Movie Critiques
Top 20 Problems
Human Condition
What Kind World?
Read for Fun
Home Page
Reference Shelf
Story Ideas
Choosing A Genre

From Writers Workshop Script Doctor  

Copyright © 1994, 1996, 1998
Dorian Scott Cole

Genre Is Perspective, Mood, and Style

What mood are you in today? Feeling a little mysterious, devilish, wanting to intrigue those around you? Or perhaps adventurous, just throw caution to the wind and dive into some new adventure. Or maybe rough, tough, brawling, hard driving, hard drinking - daring to ride any wild stallion. Or fun, full of life, ready to laugh. Or maudlin, crying in your beer, in the depths of despair. Or hungry for experience, ready to feel life in its broadest depths, wanting your soul to be stirred. These feelings can be translated directly into a genre.

Genres are simply the classifications of literature. The broader classification includes drama, comedy and action-adventure. These are artificial lines and all genres can overlap. Drama often has comic moments. Action-adventure often has drama and comedy, etc. These three may be pure, or may have one or more of the following genres within them: horror, fantasy, science fiction, mystery, suspense (or thriller), western, romance, spy (mystery/intrigue). For example, horror and westerns are usually drama, but could be action-adventure, or even comedy. Classifying stories by genre helps people select movies and helps them define their expectations for the movie. 

The most important thing is not to confuse people. If people go to see a mystery, they will be confused by seeing fantasy. If they go to see a spy story, expecting a huge dose of international intrigue and action-adventure, they don't want to see what is primarily a love story about a woman dying of cancer. The spy can fall in love, and she can die of cancer, but it has to be a subplot and a very limited one at that. 

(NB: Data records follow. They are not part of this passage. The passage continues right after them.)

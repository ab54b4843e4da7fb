"""The lender's view of a case: revenue, tax, debt sized on downside cases, cover ratios, returns.

Orchestration only: it builds yearly revenue and operating cost from a case and its cash flow,
and calls the pure project-finance functions of :mod:`lcoe.bank`. Debt is sized once on the
deterministic sizing cases (as lenders do); every Monte Carlo trial then runs with that loan and
its contractual debt-service schedule, under its own energy and costs.

Sizing cases: ``P50`` is the deterministic case; ``P90_1yr``, ``P99_1yr``, ``P90_10yr`` and
``P99_10yr`` scale its energy in every operating year by ``1 - z sigma`` (normal method of
DOMAIN.md section 4), with sigma the root-sum-square of the case's ``[uncertain.energy]``
components (the year-to-year part divided by sqrt(10) for ten-year cases).
"""

from __future__ import annotations

from dataclasses import dataclass, field

import numpy as np

from lcoe.case.errors import InputError
from lcoe.case.reader import Case
from lcoe.model import ModelOutput
from lcoe.money.breakeven import breakeven_tariff
from lcoe.money.finance import npv
from lcoe.money.irr import IrrResult, investment_irr, irr, irr_text, mirr
from lcoe.money.metrics import BASE_CASE, FinanceResult, project_finance
from lcoe.study.lender_case import (
    DEFAULT_DSCR,
    UNLEVERED,
    _tax_debt_kwargs,
    finance_inputs,
    price_by_year,
    sized_finance,
    sizing_factors,
)
from lcoe.study.spec import UncertainSpec
from lcoe.uncertainty.stats import QUANTILES, stats
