/* The page: the frontier as a chart (heaviest utilisation per number of
 * hand-offs), the recommendation, the chosen option's moves, then its
 * sheet as the assignment's (patients by nurse, break cover, next
 * admissions), the caution. */
static keel_status write_html(const keel_rebalance_report *rep, FILE *out)
{
    const keel_roster *r = rep->roster;
    const keel_rebalance *rb = rep->rebalance;
    char title[256];
    snprintf(title, sizeof title, "Rebalance: %s", r->unit.name ? r->unit.name : "unit");
    keel_report_out_html_head(out, title);
    fputs("<h1>", out);
    keel_report_out_html(out, r->unit.name ? r->unit.name : "Unit");
    fputs("</h1>\n<p class=\"sub\">Rebalance", out);
    if (r->shift.label) {
        fputs(", ", out);
        keel_report_out_html(out, r->shift.label);
        fputs(" shift", out);
    }
    if (rb->at_minute >= 0)
        fprintf(out, " at %02d:%02d (the rest of the shift)", rb->at_minute / 60,
                rb->at_minute % 60);
    fprintf(out, ". %zu patient%s with a nurse, %zu new.</p>\n", rb->npresent,
            rb->npresent == 1 ? "" : "s", rb->nnew);
    keel_html_bar bars[32];
    char labels[32][24];
    size_t nbars = 0;
    double top = 1.2;
    for (size_t k = 0; k < rb->noptions && nbars < 32; k++) {
        const keel_rebalance_option *o = &rb->options[k];
        keel_html_bar *b = &bars[nbars++];
        snprintf(labels[k], sizeof labels[k], "%d hand-off%s", o->handoffs,
                 o->handoffs == 1 ? "" : "s");
        *b = (keel_html_bar){.label = labels[k], .mark = -1};
        if (!o->found) {
            snprintf(b->text, sizeof b->text, "no plan");
            continue;
        }
        double u = rep->metrics[k]->max_utilisation;
        b->value = u;
        b->hatched = u > 1.0;
        snprintf(b->text, sizeof b->text, "heaviest %.1f %%%s%s", 100.0 * u,
                 o->solution->status == KEEL_SOLVE_OPTIMAL ? "" : " (not proven)",
                 (int)k == rb->recommended ? " RECOMMENDED" : "");
        if (u + 0.1 > top)
            top = u + 0.1;
    }
    keel_html_line line = {.at = 1.0, .label = "100 %"};
    fputs("<h2>The best plan for each number of hand-offs</h2>\n", out);
    keel_report_out_html_chart(out, "heaviest utilisation against hand-offs", bars, nbars, &line,
                               1, top);
    if (rb->recommended < 0) {
        fputs("<p class=\"banner\">No option has a plan that keeps every rule.</p>\n", out);
        keel_report_out_html_foot(out, r->policy.ratio_table);
        return KEEL_OK;
    }
    const keel_rebalance_option *o = &rb->options[rep->chosen];
    fprintf(out,
            "<p class=\"verdict\">Recommended: %d hand-off%s (the fewest whose heaviest "
            "utilisation is within %.1f points of the best option's).</p>\n",
            rb->options[rb->recommended].handoffs,
            rb->options[rb->recommended].handoffs == 1 ? "" : "s", 100.0 * rb->min_gain);
    if (!o->found) {
        fprintf(out, "<p>Option %d has no plan.</p>\n", o->handoffs);
        keel_report_out_html_foot(out, r->policy.ratio_table);
        return KEEL_OK;
    }
    if (o->nmoves == 0)
        fputs("<p>No hand-offs: every patient with a nurse keeps her.</p>\n", out);
    html_moves(out, r, "Hand-offs", o->moves, o->nmoves);
    html_moves(out, r, "Forced moves (the nurse is gone or may not keep the patient)", o->forced,
               o->nforced);
    html_moves(out, r, "New patients", o->placed, o->nplaced);
    keel_course *course = NULL;
    keel_error err;
    keel_error_init(&err);
    keel_status rc = keel_course_compute(r, rb->workload, o->solution->nurse_of, 3, &course, &err);
    keel_error_fini(&err);
    if (rc)
        return rc;
    keel_verdict *verdict = NULL;
    keel_error_init(&err);
    rc = keel_verdict_compute(r, rb->workload, o->solution, o->solution->nurse_of, &verdict,
                              &err);
    keel_error_fini(&err);
    if (rc) {
        keel_course_free(course);
        return rc;
    }
    if (verdict->text) {
        fputs("<p class=\"verdict\">", out);
        keel_report_out_html(out, verdict->text);
        fputs("</p>\n", out);
    }
    keel_report sheet = {.kind = KEEL_REPORT_ASSIGN,
                         .roster = r,
                         .workload = rb->workload,
                         .nurse_of = o->solution->nurse_of,
                         .metrics = rep->metrics[rep->chosen],
                         .solution = o->solution,
                         .course = course,
                         .verdict = verdict};
    keel_report_html_sheet(&sheet, out);
    keel_verdict_free(verdict);
    keel_course_free(course);
    keel_report_out_html_foot(out, r->policy.ratio_table);
    return KEEL_OK;
}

In general, when you choose a genre you should choose the ones you like best because you will probably be more familiar with the types of stories that work well in that genre and with the rhythm of the writing. But when you want to be different, when you're in a "mood," use this as a guide.

The genre you choose - drama, comedy, action-adventure - will most likely reflect an attitude and perspective about the story you write, but not necessarily your own perspective. Any topic and any situation can be delivered in any of these formats. For example, a plane about to crash can have many aspects. It might be written as a very dramatic and insightful event that makes people dig deep within themselves. It may have a humorous side - humor in the face of impending death - that may reflect in a light way what is deep inside, before they get planted deep within the earth. Or it could involve a lot of action-adventure: perilous circumstances and people who boldly face death together. Each one of these approaches is able to make the same points, it's just a matter of emphasis. And each genre will usually have elements of the other genres in them, it's just a matter of emphasis.

Every story, even science fiction and far-out comedy are about life. They tell us something about the human condition. In comedy we laugh at ourselves or the silly and unexpected. In science fiction we ponder the blanks in our knowledge. In horror we confront our fears. In action, we enjoy life and explore our fantasies. In drama we see various dimensions of ourselves. All stories, even if just for entertainment or escapism, talk about life - it's a matter of the attitude they are presented with. And if it entertains or informs, it affects our attitude.

Every genre has a unique set of characteristics influenced even by the medium it will appear in. For example, comedy may include many types, but for TV is largely situation comedy. The TV sitcom is not like a feature film situation comedy. Episodic TV uses the same characters every week and everything is resolved in a short time frame - a week or so for the story period, and a half-hour for the show. But feature film may develop several situations, one after another, in a comedy that covers several months or years, and you have ninety to one-hundred-twenty minutes to work with. Plus the subjects in feature film are usually bigger, and the scenes include more settings, especially outside. Following are a few tips about various genres. 

Comedy: Highest Art

I used to be very serious, never smiled, thought everything had to be serious and relevant. Comedy was for the feeble minded who only ignored reality. Then I met my future wife. She called my sister a "conversation piece." I smiled, and married her. Later she told me I was twenty-eight going on eighty-two. I smiled again and liked it. She had changed me. Life doesn't have to be all serious. When people lose their sense of humor, they pick up their guns. Make them laugh, they put their guns down. Humor makes the toughest medicine a little easier to swallow. I think comedy is the highest art. It allows us to peek in our darkest corners without fear, and without picking up a gun. 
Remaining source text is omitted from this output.